─── Task input ───

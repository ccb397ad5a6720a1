"""The preconditioners by the name a job file chooses."""

from __future__ import annotations

from importlib import import_module
from typing import TYPE_CHECKING, Any, Protocol

from lattice.errors import InputError

if TYPE_CHECKING:
    from collections.abc import Callable

    from lattice.system.system import System


_FIELD_INVERSES = {
    "direct": "lattice.solve.direct:Direct",
    "patches": "lattice.solve.patches:RankPatches",
}
_BORDERED = {"coarse": "lattice.solve.coarse:TwoLevel"}
NAMES = (*_FIELD_INVERSES, *_BORDERED, "auto")
DIRECT_UNKNOWNS = {1: 30_000, 2: 12_000}
"""Most unknowns, by space dimensions, for which `auto` takes `direct`: there one LU of the whole lattice
costs seconds and well under 1 GB (fill grows with the dimension)."""


class FieldInverse(Protocol):
    """An approximate inverse of the field part of the Jacobian.

    Attributes
    ----------
    pins : list of (int, float)
        Diagonal entries (row, number) that the inverse was made with on top of the Jacobian's; the
        bordering takes them out again.
    """

    pins: list[tuple[int, float]]

    def update(self) -> None:
        """Set up for the system's point of linearisation. Collective."""

    def apply(self, r: Any, y: Any) -> None:
        """Set the field vector `y` to the approximate inverse times `r`. Collective."""

    def apply_transpose(self, r: Any, y: Any) -> None:
        """Set `y` to the transposed approximate inverse times `r`. Collective."""

    def destroy(self) -> None:
        """Free everything PETSc holds. Collective."""


class Preconditioner(Protocol):
    """An approximate inverse of the whole bordered Jacobian; methods as of `FieldInverse`."""

    def update(self) -> None:
        """Set up for the system's point of linearisation. Collective."""

    def apply(self, r: Any, y: Any) -> None:
        """Set the vector of unknowns `y` to the approximate inverse times `r`. Collective."""

    def apply_transpose(self, r: Any, y: Any) -> None:
        """Set `y` to the transposed approximate inverse times `r`. Collective."""

    def destroy(self) -> None:
        """Free everything PETSc holds. Collective."""


def make_preconditioner(
    name: str, system: System, options: Any, report: Callable[[str], None] | None = None
) -> Preconditioner:
    """Return the named preconditioner for a system.

    Collective.

    Parameters
    ----------
    name : str
        One of `NAMES`.
    system : System
    options : object
        The job's solve section.
    report : callable, optional
        Takes lines for the log: what was chosen, and why.
    """
    from lattice.solve.bordering import Bordering

    if name == "auto":
        name = choose_preconditioner(system, report or _silent)
    if system.subspace is not None and name != "direct":
        raise InputError(
            f"must be 'direct' (or 'auto') in a solve.subspace, got '{name}':"
            " it knows the whole lattice only",
            key="solve.preconditioner",
        )
    if name in _FIELD_INVERSES:
        return Bordering(system, _load(_FIELD_INVERSES[name])(system, options))
    made: Preconditioner = _load(_BORDERED[name])(system, options, report or _silent)
    return made


def choose_preconditioner(system: System, report: Callable[[str], None]) -> str:
    """Return "direct" for a box that one LU serves, "coarse" otherwise, and report why."""
    size, most = system.blocks.size, DIRECT_UNKNOWNS[system.law.dimensions]
    steady = system.lattice.nt == 1
    if system.subspace is not None:
        report(f"preconditioner direct: {size} unknowns of a subspace")
        return "direct"
    if size <= most or steady:
        report(f"preconditioner direct: {size} unknowns{', one level' if steady else f', at most {most}'}")
        return "direct"
    report(f"preconditioner coarse: {size} unknowns, more than {most}")
    return "coarse"


def _load(place: str) -> Any:
    module, _, kind = place.partition(":")
    return getattr(import_module(module), kind)


def _silent(text: str) -> None:
    pass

───

■ Exercise aim ■
The records above should all be quoted exactly, please.

■ Exercise output ■
repository ccb397ad5a6720a1
"""The preconditioners by the name a job file chooses."""

from __future__ import annotations

from importlib import import_module
from typing import TYPE_CHECKING, Any, Protocol

from lattice.errors import InputError

if TYPE_CHECKING:
    from collections.abc import Callable

    from lattice.system.system import System


_FIELD_INVERSES = {
    "direct": "lattice.solve.direct:Direct",
    "patches": "lattice.solve.patches:RankPatches",
}
_BORDERED = {"coarse": "lattice.solve.coarse:TwoLevel"}
NAMES = (*_FIELD_INVERSES, *_BORDERED, "auto")
DIRECT_UNKNOWNS = {1: 30_000, 2: 12_000}
"""Most unknowns, by space dimensions, for which `auto` takes `direct`: there one LU of the whole lattice
costs seconds and well under 1 GB (fill grows with the dimension)."""


class FieldInverse(Protocol):
    """An approximate inverse of the field part of the Jacobian.

    Attributes
    ----------
    pins : list of (int, float)
        Diagonal entries (row, number) that the inverse was made with on top of the Jacobian's; the
        bordering takes them out again.
    """

    pins: list[tuple[int, float]]

    def update(self) -> None:
        """Set up for the system's point of linearisation. Collective."""

    def apply(self, r: Any, y: Any) -> None:
        """Set the field vector `y` to the approximate inverse times `r`. Collective."""

    def apply_transpose(self, r: Any, y: Any) -> None:
        """Set `y` to the transposed approximate inverse times `r`. Collective."""

    def destroy(self) -> None:
        """Free everything PETSc holds. Collective."""


class Preconditioner(Protocol):
    """An approximate inverse of the whole bordered Jacobian; methods as of `FieldInverse`."""

    def update(self) -> None:
        """Set up for the system's point of linearisation. Collective."""

    def apply(self, r: Any, y: Any) -> None:
        """Set the vector of unknowns `y` to the approximate inverse times `r`. Collective."""

    def apply_transpose(self, r: Any, y: Any) -> None:
        """Set `y` to the transposed approximate inverse times `r`. Collective."""

    def destroy(self) -> None:
        """Free everything PETSc holds. Collective."""


def make_preconditioner(
    name: str, system: System, options: Any, report: Callable[[str], None] | None = None
) -> Preconditioner:
    """Return the named preconditioner for a system.

    Collective.

    Parameters
    ----------
    name : str
        One of `NAMES`.
    system : System
    options : object
        The job's solve section.
    report : callable, optional
        Takes lines for the log: what was chosen, and why.
    """
    from lattice.solve.bordering import Bordering

    if name == "auto":
        name = choose_preconditioner(system, report or _silent)
    if system.subspace is not None and name != "direct":
        raise InputError(
            f"must be 'direct' (or 'auto') in a solve.subspace, got '{name}':"
            " it knows the whole lattice only",
            key="solve.preconditioner",
        )
    if name in _FIELD_INVERSES:
        return Bordering(system, _load(_FIELD_INVERSES[name])(system, options))
    made: Preconditioner = _load(_BORDERED[name])(system, options, report or _silent)
    return made


def choose_preconditioner(system: System, report: Callable[[str], None]) -> str:
    """Return "direct" for a box that one LU serves, "coarse" otherwise, and report why."""
    size, most = system.blocks.size, DIRECT_UNKNOWNS[system.law.dimensions]
    steady = system.lattice.nt == 1
    if system.subspace is not None:
        report(f"preconditioner direct: {size} unknowns of a subspace")
        return "direct"
    if size <= most or steady:
        report(f"preconditioner direct: {size} unknowns{', one level' if steady else f', at most {most}'}")
        return "direct"
    report(f"preconditioner coarse: {size} unknowns, more than {most}")
    return "coarse"


def _load(place: str) -> Any:
    module, _, kind = place.partition(":")
    return getattr(import_module(module), kind)


def _silent(text: str) -> None:
    pass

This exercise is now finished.